Il significato profondo di vita e morte

Qual è il senso dell’esistenza? E qual è il significato della morte?

Questi non sono quesiti di poco conto. Anzi, sono domande che l’umanità si pone incessantemente dall’inizio dei tempi, e che hanno permeato la storia e la letteratura. Cerchiamo di offrire il nostro contributo in merito.

Il senso della vita

Esistono innumerevoli interpretazioni e analisi sullo scopo reale della vita. Un contributo degno di nota è quello di Alfred Adler, secondo il quale il vero obiettivo dell’esistenza consiste nel superare l’eccessiva preoccupazione per sé stessi e nello sviluppare un interesse sincero e profondo verso gli altri, definito sentimento sociale. Proprio come un bambino cerca l’amore dei genitori, l’adulto desidera l’accettazione dai suoi pari, sentendosi parte integrante di una comunità.

Il sentimento sociale è, dunque, la componente più vitale della nostra educazione e della nostra vita. Se l’individuo isolato rischia l’alienazione, la persona accettata prospera. Per poter essere utili al mondo, è necessario prima di tutto accettare noi stessi e la nostra natura. Non può esserci successo senza accettazione e contributo sociale; anzi, il successo può essere definito come la ricompensa per aver soddisfatto un bisogno altrui.

Spesso combattiamo con la paura di non essere all’altezza e con convinzioni radicate che avevano senso nell’infanzia, ma che oggi risultano obsolete. Per questo, la società può apparire come una foresta intricata dove si rischia di essere giudicati ed esclusi a causa delle proprie debolezze e imperfezioni.

Per Adler, il vero senso di una vita equilibrata risiede proprio in questo: trovare sé stessi per capire in che modo si può migliorare la vita degli altri. Quando questo percorso si realizza con relativa semplicità, si sperimenta un senso di completezza e felicità, il segnale inequivocabile di aver trovato il senso della propria vita.

Il senso della morte

La morte rappresenta la cessazione dell’esistenza corporea e può irrompere nella nostra vita attraverso la perdita di persone significative, una diagnosi infausta che riguarda noi stessi o altri, o più semplicemente condizionarci con la paura di morire o che muoiano i nostri cari.

Quando si verifica la perdita di una figura importante (un genitore, un figlio, un fratello, un amico molto caro), l’assenza fisica genera un’intensa sensazione di vuoto e una profonda sofferenza sia psicologica che fisica. Ciò può manifestarsi con una chiusura emotiva e il disperato desiderio di non proseguire la propria vita senza quella persona che era non solo un affetto, ma anche un punto di riferimento e un sostegno. In particolare, la morte di un figlio porta un dolore tale da travolgere la coppia genitoriale, sfociando spesso nella rottura del legame.

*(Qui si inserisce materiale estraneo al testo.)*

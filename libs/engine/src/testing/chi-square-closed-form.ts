/**
 * Reference upper tails of χ²(ν) for whole ν from the closed forms in Abramowitz & Stegun (1964),
 * Handbook of Mathematical Functions, 26.4.4 (odd ν) and 26.4.5 (even ν), evaluated in 80-digit
 * decimal arithmetic (decimal.js), so they are exact to far more digits than a double holds —
 * including far into the tail where general-purpose libraries return 0.
 *   even ν: Q = e^{−x/2} Σ_{j=0}^{ν/2−1} (x/2)^j / j!
 *   odd ν:  Q = erfc(√(x/2)) + √(2/π) e^{−x/2} Σ_{j=1}^{(ν−1)/2} x^{j−½} / (1·3·…·(2j−1))
 * Test helper only.
 */
import Decimal from 'decimal.js';

const D = Decimal.clone({ precision: 80, toExpNeg: -100000, toExpPos: 100000, minE: -9e15, maxE: 9e15 });
const PI = D.acos(-1);

/** erfc(z) for z >= 0: Maclaurin series of erf below 5, the Laplace continued fraction above. */
function erfc(z: Decimal): Decimal {
  if (z.lt(5)) {
    let term = z;
    let sum = z;
    const z2 = z.times(z);
    for (let n = 1; n < 2000; n++) {
      term = term.times(z2).neg().dividedBy(n);
      const add = term.dividedBy(2 * n + 1);
      sum = sum.plus(add);
      if (add.abs().lt(new D(10).pow(-90))) break;
    }
    return new D(1).minus(sum.times(2).dividedBy(PI.sqrt()));
  }
  let t = z;
  for (let k = 4000; k >= 1; k--) t = z.plus(new D(k).dividedBy(2).dividedBy(t));
  return z.times(z).neg().exp().dividedBy(PI.sqrt()).dividedBy(t);
}

/** ln Q for χ²(df) at x, df a whole number. */
export function closedFormLogUpperTail(x: number, df: number): number {
  const xd = new D(x);
  const half = xd.dividedBy(2);
  if (df % 2 === 0) {
    let term = new D(1);
    let sum = new D(1);
    for (let j = 1; j < df / 2; j++) {
      term = term.times(half).dividedBy(j);
      sum = sum.plus(term);
    }
    return sum.ln().minus(half).toNumber();
  }
  let sum = new D(0);
  let term = xd.sqrt(); // x^{1/2} / 1
  for (let j = 1; j <= (df - 1) / 2; j++) {
    sum = sum.plus(term);
    term = term.times(xd).dividedBy(2 * j + 1);
  }
  const tail = erfc(half.sqrt()).plus(new D(2).dividedBy(PI).sqrt().times(half.neg().exp()).times(sum));
  return tail.ln().toNumber();
}
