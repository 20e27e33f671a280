import { DecimalPipe, PercentPipe } from '@angular/common';
import { ChangeDetectionStrategy, Component, computed, input, output } from '@angular/core';
import { MatButtonModule } from '@angular/material/button';
import { MatIconModule } from '@angular/material/icon';
import type { AssumptionCheck, MergePlan } from '@tallyfit/engine';

export type Remedy = { kind: 'exact' } | { kind: 'merge'; plan: MergePlan };

/**
 * The assumption check in words — the smallest expected count, how many are small, Cochran's
 * rule — and, when it fails, the engine's advice as buttons that run the remedy as a new version.
 */
@Component({
  selector: 'tf-assumption-check',
  imports: [DecimalPipe, PercentPipe, MatButtonModule, MatIconModule],
  templateUrl: './assumption-check.html',
  styleUrl: './assumption-check.scss',
  changeDetection: ChangeDetectionStrategy.OnPush,
})
export class AssumptionCheckPanel {
  readonly check = input.required<AssumptionCheck>();
  /** whether the exact test already ran, so it is not offered again */
  readonly exactRan = input(false);
  /** the person may run analyses (remedies are new runs) */
  readonly canRun = input(false);
  readonly busy = input(false);
  readonly remedy = output<Remedy>();

  protected readonly advice = computed(() => this.check().advice.filter((item) => item.code !== 'none'));
  protected readonly mergeAdvice = computed(() => this.advice().find((item) => item.code === 'merge-categories' && item.plan));
  protected readonly exactAdvice = computed(() => this.advice().find((item) => item.code === 'use-exact'));

  protected mergeLines(plan: MergePlan): string[] {
    return plan.groups.map((group) => `${group.members.map((member) => `“${member}”`).join(' + ')} → “${group.label}”`);
  }
}
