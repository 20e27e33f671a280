/**
 * The two charts of a result as ECharts options (plain objects, so they can be tested without a
 * browser). Both are readable without colour: observed shares are hatched bars, expected shares
 * are diamond markers, intervals are whiskers, every bar carries its value as a label, and the
 * residual chart marks the ±1.96 lines with words.
 */
import type { CategoryRow } from '@tallyfit/engine';
import type { ChartColours } from '../../shared/charts/theme-colours';

/** Adjusted residuals beyond this are unusual at the 5% level for one category (two-sided normal quantile). */
export const RESIDUAL_GUIDE = 1.96;


/** Bars shorter than this share leave no room for a label inside. */
const SHORT_BAR = 0.06;

const percent = (value: number): string => `${(value * 100).toFixed(1)}%`;

/** Observed share per category (bars) with its interval (whiskers), and the expected share (diamonds). */
export function sharesChartOptions(rows: readonly CategoryRow[], intervalLabel: string, colours: ChartColours): Record<string, unknown> {
  const labels = rows.map((row) => row.label);
  return {
    aria: { enabled: true, decal: { show: true } },
    backgroundColor: colours.surface,
    textStyle: { fontFamily: 'Roboto, system-ui, sans-serif', color: colours.text },
    animation: false,
    legend: { top: 0, textStyle: { color: colours.text } },
    grid: { left: 8, right: 16, top: 56, bottom: 8, containLabel: true },
    tooltip: { trigger: 'axis', valueFormatter: (value: number) => percent(value) },
    xAxis: { type: 'category', data: labels, axisLabel: { color: colours.text, interval: 0, rotate: labels.length > 6 ? 30 : 0 } },
    yAxis: {
      type: 'value',
      axisLabel: { color: colours.text, formatter: (value: number) => `${Math.round(value * 100)}%` },
      splitLine: { lineStyle: { color: colours.grid } },
    },
    series: [
      {
        name: 'Observed share',
        type: 'bar',
        data: rows.map((row) => row.share),
        itemStyle: { color: colours.primary, decal: { symbol: 'rect', dashArrayX: [1, 0], dashArrayY: [3, 5], rotation: -Math.PI / 4 } },
        // Short bars cannot hold their label; their value is in the table and the tooltip.
        label: {
          show: true,
          position: 'insideBottom',
          color: '#fff',
          formatter: (item: { value: number }) => (item.value >= SHORT_BAR ? percent(item.value) : ''),
        },
        barMaxWidth: 56,
      },
      {
        name: intervalLabel,
        type: 'custom',
        data: rows.map((row, index) => [index, row.interval.low, row.interval.high]),
        renderItem: intervalWhisker(colours.text),
        encode: { x: 0, y: [1, 2] },
        z: 10,
      },
      {
        name: 'Expected share',
        type: 'scatter',
        symbol: 'diamond',
        symbolSize: 16,
        data: rows.map((row) => row.expectedShare),
        itemStyle: { color: colours.tertiary, borderColor: colours.text, borderWidth: 1 },
        z: 11,
      },
    ],
  };
}

/** A whisker from the interval's low to its high end, with caps, drawn by ECharts' custom series. */
function intervalWhisker(colour: string) {
  return (
    _params: unknown,
    api: { value(dimension: number): number; coord(point: number[]): number[]; size(value: number[]): number[] },
  ): Record<string, unknown> => {
    const x = api.value(0);
    const low = api.coord([x, api.value(1)]);
    const high = api.coord([x, api.value(2)]);
    const cap = Math.max(4, api.size([1, 0])[0] * 0.12);
    const style = { stroke: colour, lineWidth: 2 };
    return {
      type: 'group',
      children: [
        { type: 'line', shape: { x1: low[0], y1: low[1], x2: high[0], y2: high[1] }, style },
        { type: 'line', shape: { x1: low[0] - cap, y1: low[1], x2: low[0] + cap, y2: low[1] }, style },
        { type: 'line', shape: { x1: high[0] - cap, y1: high[1], x2: high[0] + cap, y2: high[1] }, style },
      ],
    };
  };
}

/** Adjusted residual per category as horizontal bars, with the ±1.96 guide lines labelled. */
export function residualsChartOptions(rows: readonly CategoryRow[], colours: ChartColours): Record<string, unknown> {
  const extreme = Math.max(RESIDUAL_GUIDE + 0.5, ...rows.map((row) => Math.abs(row.adjustedResidual)));
  const limit = Math.ceil(extreme);
  return {
    aria: { enabled: true, decal: { show: true } },
    backgroundColor: colours.surface,
    textStyle: { fontFamily: 'Roboto, system-ui, sans-serif', color: colours.text },
    animation: false,
    grid: { left: 8, right: 48, top: 32, bottom: 36, containLabel: true },
    tooltip: { trigger: 'axis', valueFormatter: (value: number) => value.toFixed(2) },
    xAxis: {
      type: 'value',
      min: -limit,
      max: limit,
      name: 'Adjusted residual',
      nameLocation: 'middle',
      nameGap: 24,
      nameTextStyle: { color: colours.text },
      axisLabel: { color: colours.text },
      splitLine: { lineStyle: { color: colours.grid } },
    },
    yAxis: {
      type: 'category',
      data: rows.map((row) => row.label),
      inverse: true,
      axisLabel: { color: colours.text },
    },
    series: [
      {
        name: 'Adjusted residual',
        type: 'bar',
        data: rows.map((row) => ({
          value: row.adjustedResidual,
          // Above expectation hatched one way, below the other: the direction reads without colour.
          itemStyle: {
            color: row.adjustedResidual >= 0 ? colours.primary : colours.tertiary,
            decal: { symbol: 'rect', dashArrayX: [1, 0], dashArrayY: [2, 4], rotation: row.adjustedResidual >= 0 ? Math.PI / 4 : -Math.PI / 4 },
          },
        })),
        label: { show: true, position: 'right', color: colours.text, formatter: (item: { value: number }) => signed(item.value) },
        barMaxWidth: 28,
        markLine: {
          symbol: 'none',
          silent: true,
          lineStyle: { color: colours.text, type: 'dashed' },
          // Labels at the top end of the guide lines (the category axis is inverted), clear of the axis labels below.
          label: { position: 'start', color: colours.text, formatter: (item: { value: number }) => signed(item.value) },
          data: [{ xAxis: -RESIDUAL_GUIDE }, { xAxis: RESIDUAL_GUIDE }],
        },
      },
    ],
  };
}

function signed(value: number): string {
  return `${value > 0 ? '+' : value < 0 ? '−' : ''}${Math.abs(value).toFixed(2)}`;
}
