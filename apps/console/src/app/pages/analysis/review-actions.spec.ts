import type { AnalysisRecord, Review } from '@tallyfit/contracts';
import { openReturn, reviewActions } from './review-actions';

const analysis = (status: AnalysisRecord['status'], authorId = 3, isLatest = true) => ({ status, isLatest, author: { id: authorId, name: 'Ana' } });
const analyst = { id: 3, role: 'analyst' as const };
const lead = { id: 2, role: 'lead' as const };
const admin = { id: 1, role: 'admin' as const };
const viewer = { id: 4, role: 'viewer' as const };

const offered = (actions: object) =>
  Object.entries(actions)
    .filter(([, yes]) => yes)
    .map(([name]) => name);

describe('what the result page offers', () => {
  it('offers the author of a draft submit, edit, change and re-run, and delete', () => {
    expect(offered(reviewActions(analysis('draft'), analyst))).toEqual(['submit', 'edit', 'changeAndRerun', 'remove']);
  });

  it('offers the author of work in review only withdraw, edit and delete; a lead decides', () => {
    expect(offered(reviewActions(analysis('in_review'), analyst))).toEqual(['withdraw', 'edit', 'remove']);
    expect(offered(reviewActions(analysis('in_review'), lead))).toEqual(['decide']);
  });

  it('never lets anyone decide on their own work, nor on an earlier version', () => {
    expect(reviewActions(analysis('in_review', 1), admin).decide).toBe(false);
    expect(reviewActions(analysis('in_review', 3, false), lead).decide).toBe(false);
    expect(reviewActions(analysis('in_review', 3), admin).withdraw).toBe(false);
  });

  it('freezes signed-off work: no edit, deletion only by an admin, but a change makes a new version with its own review', () => {
    expect(offered(reviewActions(analysis('signed_off'), analyst))).toEqual(['changeAndRerun']);
    expect(offered(reviewActions(analysis('signed_off'), admin))).toEqual(['changeAndRerun', 'remove']);
  });

  it('offers returned work back to its author to change and resubmit', () => {
    expect(offered(reviewActions(analysis('returned'), analyst))).toEqual(['submit', 'edit', 'changeAndRerun', 'remove']);
  });

  it('offers a viewer and someone else’s analyst nothing', () => {
    expect(offered(reviewActions(analysis('in_review'), viewer))).toEqual([]);
    expect(offered(reviewActions(analysis('draft', 9), analyst))).toEqual([]);
  });

  it('points at the return the author must act on, and at nothing once it was resubmitted', () => {
    const returned: Review = { id: 2, analysisId: 5, decision: 'returned', comment: 'Which week?', by: { id: 2, name: 'Lee' }, createdAt: '2026-12-02T10:00:00Z' };
    const submitted: Review = { ...returned, id: 1, decision: 'submitted', comment: null };
    expect(openReturn('returned', [submitted, returned])).toBe(returned);
    expect(openReturn('in_review', [submitted, returned, { ...submitted, id: 3 }])).toBeNull();
  });
});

In generale, di fronte alla morte, ci confrontiamo con un evento troppo grande, sul quale non abbiamo alcun potere o possibilità di intervento. La mente si popola di dubbi, incertezze e ansie. Le condizioni di vita iniziali subiscono mutamenti, e siamo costretti a riorganizzare la nostra esistenza pieni di timore.

Anche il rischio connesso alla morte per malattia o diagnosi grave genera paura, sia per chi vive la malattia in prima persona sia per i familiari e gli amici più stretti.

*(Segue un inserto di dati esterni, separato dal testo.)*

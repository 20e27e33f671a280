import { DatePipe, DecimalPipe } from '@angular/common';
import { ChangeDetectionStrategy, Component, computed, inject, input, numberAttribute } from '@angular/core';
import { toObservable, toSignal } from '@angular/core/rxjs-interop';
import { MatCardModule } from '@angular/material/card';
import { MatProgressBarModule } from '@angular/material/progress-bar';
import type { AnalysisRecord } from '@tallyfit/contracts';
import { catchError, map, of, startWith, switchMap } from 'rxjs';
import { AnalysesApi } from '../../core/api/analyses-api';
import { apiErrorMessage } from '../../core/api/api-error-message';
import { formatP, formatStatistic } from '../../core/format/p-value';
import { verdictFor } from './verdict';

type LoadState = { analysis?: AnalysisRecord; error?: string; loading: boolean };

/** One saved analysis: the decision in plain words and the test behind it. */
@Component({
  selector: 'tf-analysis-page',
  imports: [DatePipe, DecimalPipe, MatCardModule, MatProgressBarModule],
  templateUrl: './analysis-page.html',
  styleUrl: './analysis-page.scss',
  changeDetection: ChangeDetectionStrategy.OnPush,
})
export class AnalysisPage {
  private readonly api = inject(AnalysesApi);

  /** From the route (`/analyses/:id`). */
  readonly id = input.required({ transform: numberAttribute });

  private readonly state = toSignal(
    toObservable(this.id).pipe(
      switchMap((id) =>
        this.api.get(id).pipe(
          map((analysis): LoadState => ({ analysis, loading: false })),
          catchError((error: unknown) => of<LoadState>({ error: apiErrorMessage(error), loading: false })),
          startWith<LoadState>({ loading: true }),
        ),
      ),
    ),
    { initialValue: { loading: true } as LoadState },
  );

  protected readonly loading = computed(() => this.state().loading);
  protected readonly error = computed(() => this.state().error);
  protected readonly analysis = computed(() => this.state().analysis);
  protected readonly alpha = computed(() => this.analysis()?.spec.alpha ?? 0.05);
  protected readonly pearson = computed(() => this.analysis()?.result.tests.pearson);
  protected readonly verdict = computed(() => {
    const pearson = this.pearson();
    return pearson ? verdictFor(pearson.p, this.alpha()) : null;
  });
  protected readonly formatP = formatP;
  protected readonly formatStatistic = formatStatistic;
}
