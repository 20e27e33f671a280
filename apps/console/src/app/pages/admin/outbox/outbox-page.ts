import { DatePipe, DecimalPipe } from '@angular/common';
import { ChangeDetectionStrategy, Component, computed, inject, signal } from '@angular/core';
import { toObservable, toSignal } from '@angular/core/rxjs-interop';
import { MatButtonModule } from '@angular/material/button';
import { MatExpansionModule } from '@angular/material/expansion';
import { MatIconModule } from '@angular/material/icon';
import { MatProgressBarModule } from '@angular/material/progress-bar';
import { switchMap } from 'rxjs';
import { OutboxApi } from '../../../core/api/outbox-api';
import { failureMessage, LOADING, loadedValue, toLoadState } from '../../../core/load/load-state';

/** The mail Tallyfit sent while its built-in mail stand-in takes the place of a real mail server. */
@Component({
  selector: 'tf-outbox-page',
  imports: [DatePipe, DecimalPipe, MatButtonModule, MatExpansionModule, MatIconModule, MatProgressBarModule],
  templateUrl: './outbox-page.html',
  styleUrl: './outbox-page.scss',
  changeDetection: ChangeDetectionStrategy.OnPush,
})
export class OutboxPage {
  private readonly api = inject(OutboxApi);
  private readonly reloads = signal(0);
  private readonly state = toSignal(toObservable(this.reloads).pipe(switchMap(() => toLoadState(this.api.get()))), {
    initialValue: LOADING,
  });
  protected readonly loading = computed(() => this.state().status === 'loading');
  protected readonly failure = computed(() => failureMessage(this.state()));
  protected readonly outbox = computed(() => loadedValue(this.state()));

  protected reload(): void {
    this.reloads.update((count) => count + 1);
  }
}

Eppure, non tutti affrontano il lutto, la malattia o la paura della morte allo stesso modo. La cultura e la religione possono influenzare profondamente il concetto stesso di morte. Alcune culture credono nella reincarnazione (il rinascere in altre forme o corpi), altre nella vita ultraterrena (la resurrezione dell’anima dopo il trapasso). In altre ancora, la morte è considerata una vera e propria “festa” per la nuova vita. Tutte, comunque, cercano di dare una spiegazione all’evento, arricchendolo con le proprie convinzioni.